For the final bit of analysis, I examined the top five overall most impactful disastors from both a public health and an economic impact perspective. Using gather from the tidyr library https://cran.r-project.org/web/packages/tidyr/index.html I reshaped the data to enable a plots of the most harmful event types from a public health perspective.
library(tidyr)
# Select the previously processed 'fatalities_evtype','injuries_evtype', and 'evtype' columns and remove duplicates
casualties<-data %>% select('fatalities_evtype','injuries_evtype','evtype') %>% unique
# create a sum of casualties (fatalities + injuries)
casualties[,total:=fatalities_evtype+injuries_evtype]
#rename the column names for clener labeling later
colnames(casualties)[1:2]<-c('fatalities','injuries')

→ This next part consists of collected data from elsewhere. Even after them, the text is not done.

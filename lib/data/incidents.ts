// Live incidents: alerts in through an environment's webhook, the probable origin out.
//
// Contract of receiveAlerts: the body is parsed whole before anything is written (a bad one is a
// 422 that changes nothing); then one transaction, serialised per environment, applies every alert
// and records one audit event:
//   - a firing alert whose fingerprint is firing already is a repeat (its details refresh);
//   - a new one joins the environment's open incident, opening one (numbered per environment) when
//     none is open; a firing notice for an alert already resolved with the same start is a late
//     delivery and changes nothing;
//   - a resolved alert closes its firing row; one never seen firing is counted, not stored;
//   - when the last firing alert of an incident resolves, the incident resolves at that time.
// Each change re-ranks the firing components on the newest snapshot and keeps the ranking on the
// incident (the latest, and the one from when the most components fired, for history).
//
// Reads work out which component each alert means under the current inventory and label setting,
// so an alias pushed during an incident takes effect at once; the origin computation is cached per
// (snapshot, settings, firing set) because every open screen polls it.
import "server-only";
import { QueryTypes, type Transaction } from "sequelize";
import { db } from "@/models";
import type { Actor } from "@/lib/auth/actor";
import { probableOrigin, type OriginResult } from "@/lib/analysis/origin";
import { analysisSettingsKey } from "@/lib/analysis/input";
import { readSettings, type EnvironmentSettings } from "@/lib/inventory/settings";
import { AppError, notFound } from "@/lib/errors";
import type { ParsedAlerts, ReceivedAlert } from "@/lib/incidents/payload";
import { nameIndex, resolveAlert, type NameIndex } from "@/lib/incidents/resolve";
import { PREDICTED_LIST_CAP, type CurrentIncidentResponse, type IncidentAlert, type IncidentDetailResponse, type IncidentHistoryResponse, type IncidentRow, type ReceiveAlertsResponse, type StoredRanking } from "@/lib/incidents/types";
import { INCIDENT_CAUTION, incidentSummaryText, pageOrder, type PageEntry, type UnknownAlertGroup } from "@/lib/incidents/view";
import { recordAudit, type SystemActor } from "./audit";
import { orderSql } from "./list-sql";
import { orderOf } from "@/lib/api/schemas/common";
import { INCIDENT_LIST, type IncidentsQuery } from "@/lib/api/schemas/incidents";
import { getEnvironmentOrThrow } from "./environments";
import { effectiveOwners, getSnapshotGraph, teamContacts } from "./snapshot-graph";

interface AlertRow {
  id: string;
  fingerprint: string;
  format: "pinchpoint" | "alertmanager";
  name: string | null;
  component: string | null;
  labels: Record<string, string>;
  severity: string | null;
  summary: string | null;
  link: string | null;
  starts_at: Date;
  ends_at: Date | null;
  last_received_at: Date;
}

interface IncidentDbRow {
  id: string;
  number: number;
  opened_at: Date;
  resolved_at: Date | null;
  resolved_by: string | null;
  peak_firing: number;
  ranking: StoredRanking | null;
  peak_ranking: StoredRanking | null;
  alert_count: string;
  firing_alerts: string;
}

const ALERT_COLUMNS = "id, fingerprint, format, name, component, labels, severity, summary, link, starts_at, ends_at, last_received_at";
const INCIDENT_SELECT = `SELECT i.id, i.number, i.opened_at, i.resolved_at, i.resolved_by, i.peak_firing, i.ranking, i.peak_ranking,
         (SELECT count(*) FROM alerts a WHERE a.incident_id = i.id) AS alert_count,
         (SELECT count(*) FROM alerts a WHERE a.incident_id = i.id AND a.ends_at IS NULL) AS firing_alerts
    FROM incidents i`;

function toIncidentRow(r: IncidentDbRow, which: "peak" | "latest"): IncidentRow {
  return {
    number: r.number,
    status: r.resolved_at ? "resolved" : "open",
    openedAt: r.opened_at.toISOString(),
    resolvedAt: r.resolved_at?.toISOString() ?? null,
    resolvedBy: r.resolved_by,
    peakFiring: r.peak_firing,
    alertCount: Number(r.alert_count),
    firingAlerts: Number(r.firing_alerts),
    ranking: which === "peak" ? (r.peak_ranking ?? r.ranking) : (r.ranking ?? r.peak_ranking),
  };
}

// ---------------------------------------------------------------------------------------------
// The graph an incident is read against, and the origin computation.

interface Context {
  snapshot: { id: string; number: number; createdAt: string } | null;
  settings: EnvironmentSettings;
  index: NameIndex;
}

async function readContext({ environmentId }: { environmentId: string }, transaction?: Transaction): Promise<Context> {
  const [row] = await db().sequelize.query<{ settings: unknown; id: string | null; number: number | null; created_at: Date | null }>(
    `SELECT e.settings, s.id, s.number, s.created_at FROM environments e
       LEFT JOIN LATERAL (SELECT id, number, created_at FROM snapshots WHERE environment_id = e.id ORDER BY number DESC LIMIT 1) s ON true
      WHERE e.id = :environmentId`,
    { type: QueryTypes.SELECT, replacements: { environmentId }, transaction },
  );
  if (!row) throw notFound("Environment");
  const settings = readSettings(row.settings);
  if (!row.id || row.number === null || !row.created_at) return { snapshot: null, settings, index: new Map() };
  const { content } = await getSnapshotGraph({ snapshotId: row.id });
  return { snapshot: { id: row.id, number: row.number, createdAt: row.created_at.toISOString() }, settings, index: cachedIndex(row.id, content) };
}

const holder = globalThis as unknown as { __pinchpointOrigins?: Map<string, OriginResult>; __pinchpointNames?: Map<string, NameIndex> };
const originCache = (holder.__pinchpointOrigins ??= new Map());
const nameCache = (holder.__pinchpointNames ??= new Map());
const CACHE_SIZE = 16;

function remember<T>(cache: Map<string, T>, key: string, make: () => T): T {
  const hit = cache.get(key);
  if (hit !== undefined) {
    cache.delete(key);
    cache.set(key, hit);
    return hit;
  }
  const value = make();
  cache.set(key, value);
  while (cache.size > CACHE_SIZE) cache.delete(cache.keys().next().value as string);
  return value;
}

const cachedIndex = (snapshotId: string, content: Parameters<typeof nameIndex>[0]) => remember(nameCache, snapshotId, () => nameIndex(content));

interface Analysis {
  alerts: IncidentAlert[];
  result: OriginResult;
  unknownAlerts: UnknownAlertGroup[];
  page: PageEntry[];
}

const EMPTY_RESULT: OriginResult = { firing: [], unknown: [], origins: [], explainedCount: 0, jointly: [], unexplained: [], ranking: [], silent: [], pagerank: [], predicted: { down: [], degraded: [] } };

function toAlert(r: AlertRow, ctx: Context): IncidentAlert {
  const res = resolveAlert({ component: r.component, labels: r.labels }, ctx.settings.alertLabels, ctx.index);
  return {
    id: r.id,
    fingerprint: r.fingerprint,
    format: r.format,
    name: r.name,
    severity: r.severity,
    summary: r.summary,
    link: r.link,
    startsAt: r.starts_at.toISOString(),
    endsAt: r.ends_at?.toISOString() ?? null,
    lastReceivedAt: r.last_received_at.toISOString(),
    component: res.key,
    named: res.named,
  };
}

function unknownGroups(alerts: readonly IncidentAlert[]): UnknownAlertGroup[] {
  const groups = new Map<string, UnknownAlertGroup>();
  for (const a of alerts) {
    if (a.component !== null) continue;
    const id = `${a.named?.label ?? ""}\u0000${a.named?.value ?? ""}`;
    const g = groups.get(id) ?? { value: a.named?.value ?? null, label: a.named?.label ?? null, alerts: 0 };
    g.alerts++;
    groups.set(id, g);
  }
  return [...groups.values()].sort((a, b) => b.alerts - a.alerts || (a.value ?? "").localeCompare(b.value ?? ""));
}

async function analyse({ environmentId, rows, ctx }: { environmentId: string; rows: AlertRow[]; ctx: Context }): Promise<Analysis> {
  const alerts = rows.map((r) => toAlert(r, ctx));
  const unknownAlerts = unknownGroups(alerts);
  const firing = [...new Set(alerts.flatMap((a) => (a.component ? [a.component] : [])))].sort();
  if (!ctx.snapshot || firing.length === 0) return { alerts, result: { ...EMPTY_RESULT, unknown: [] }, unknownAlerts, page: [] };
  const { graph } = await getSnapshotGraph({ snapshotId: ctx.snapshot.id });
  const cacheKey = `${ctx.snapshot.id}/${analysisSettingsKey(ctx.settings)}/${firing.join(",")}`;
  const result = remember(originCache, cacheKey, () => probableOrigin(graph, firing));
  const [assigned, contacts] = await Promise.all([effectiveOwners({ environmentId }), teamContacts()]);
  const teamOf = (key: string): string | null => {
    if (assigned.has(key)) return assigned.get(key) ?? null;
    const v = graph.indexOf.get(key);
    return v === undefined ? null : (graph.team[v] ?? null);
  };
  return { alerts, result, unknownAlerts, page: pageOrder(result, teamOf, contacts) };
}
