// Settings read from the environment (each documented in README.md).

/** Demo mode: the seed creates one account per role with a known password, and the UI says so. */
export const demoMode = () => process.env.PINCHPOINT_DEMO === "1";

export const appUrl = () => process.env.NEXTAUTH_URL ?? "http://127.0.0.1:3000";

/** The environment `/` shows. */
export const defaultEnvironment = () => process.env.PINCHPOINT_DEFAULT_ENV ?? "production";
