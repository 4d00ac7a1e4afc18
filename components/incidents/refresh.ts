/** How often incident screens ask again: Alertmanager sends a group's changes every group_interval (5 min by default) at most. */
export const INCIDENT_REFRESH_MS = 10_000;
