// Call durations as an exponential histogram with the bucket boundaries of the OpenTelemetry
// metrics data model ("ExponentialHistogram"): with scale s, base = 2^(2^-s) and bucket i holds the
// values in (base^i, base^(i+1)]. Mergeable by adding counts bucket by bucket, so hourly buckets of
// an edge add up to its rolling window without keeping a single duration. Scale 3 (base ≈ 1.0905)
// bounds the relative error of a quantile read from the buckets by √base − 1 ≈ 4.4 %.
// Stored sparse, as { "<index>": count }, in microseconds (index 0 = (1, 1.09] µs).

const SCALE = 3;
export const BASE = 2 ** (2 ** -SCALE);
/** The worst relative error of quantile() against the exact nearest-rank value. */
export const RELATIVE_ERROR = Math.sqrt(BASE) - 1;
/** Durations at or below 1 µs (and zero-length spans) share the lowest bucket. */
const MIN_INDEX = -1;

export type Histogram = Map<number, number>;

/** The bucket of a duration in microseconds: ceil(log_base(v)) − 1. */
export function bucketIndex(micros: number): number {
  if (!(micros > 1)) return MIN_INDEX;
  return Math.ceil(Math.log2(micros) * 2 ** SCALE) - 1;
}

export function record(h: Histogram, durationNs: number): void {
  const i = bucketIndex(durationNs / 1000);
  h.set(i, (h.get(i) ?? 0) + 1);
}

export function merge(into: Histogram, from: Histogram): void {
  for (const [i, n] of from) into.set(i, (into.get(i) ?? 0) + n);
}

export function toJson(h: Histogram): Record<string, number> {
  const out: Record<string, number> = {};
  for (const [i, n] of h) out[String(i)] = n;
  return out;
}

export function fromJson(json: Record<string, number | string> | null | undefined): Histogram {
  const h: Histogram = new Map();
  for (const [k, v] of Object.entries(json ?? {})) h.set(Number(k), Number(v));
  return h;
}

/**
 * The q-quantile in milliseconds, nearest-rank (the value at rank ⌈q·N⌉ of the sorted durations),
 * estimated by the geometric middle of its bucket; null for an empty histogram.
 */
export function quantile(h: Histogram, q: number): number | null {
  let total = 0;
  for (const n of h.values()) total += n;
  if (total === 0) return null;
  const rank = Math.max(1, Math.ceil(q * total));
  let seen = 0;
  for (const i of [...h.keys()].sort((a, b) => a - b)) {
    seen += h.get(i) ?? 0;
    if (seen >= rank) return i === MIN_INDEX ? 0.001 : BASE ** (i + 0.5) / 1000;
  }
  return null;
}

# order the frame by the total casualty count, take the top five entries, and gather the data into a narrow frame with keys for type of casualty
casualties<-casualties[order(total, decreasing = TRUE)]%>%head(5) %>% gather(casualty_type,casualties,fatalities:injuries)
library(ggplot2)
# use ggplot2 to plot the data
p<-ggplot(casualties, aes(evtype,casualties, fill=casualty_type))+geom_bar(stat='identity')+ theme(axis.text.x = element_text(angle = 90)) + labs(title ="Fig. 1 - Top Five Causes of Casualties by Disaster Type 2000-2011", x = "Event Type", y = "Number of Casualties")
print(p)
Now we look at the same plot for economic impact:
# Select the previously processed 'propdmg_evtype','cropdmg_evtype','totaldmg_evtype','evtype' columns and remove duplicates
losses<-data %>% select('propdmg_evtype','cropdmg_evtype','totaldmg_evtype','evtype') %>% unique
#rename the column names for clener labeling later
colnames(losses)[1:2]<-c('property','crop')
# order the frame by the total loss, take the top five entries, and gather the data into a narrow frame with keys for type of loss
losses<-losses[order(totaldmg_evtype, decreasing = TRUE)]%>%head(5) %>% gather(loss_type,losses,property:crop)
p<-ggplot(losses, aes(evtype,losses, fill=loss_type))+geom_bar(stat='identity')+ theme(axis.text.x = element_text(angle = 90)) + labs(title ="Fig. 2 - Top Five Causes of Loss by Disaster Type 2000-2011", x = "Event Type", y = "Amount of Loss")
print(p)
As we can see from the graphs tornados are by far the most costly in terms of public health events. Floods, hurricanes, and storm surges cause more property damage, but tornados are also not insignificant contributors to economic damage from natural disasters.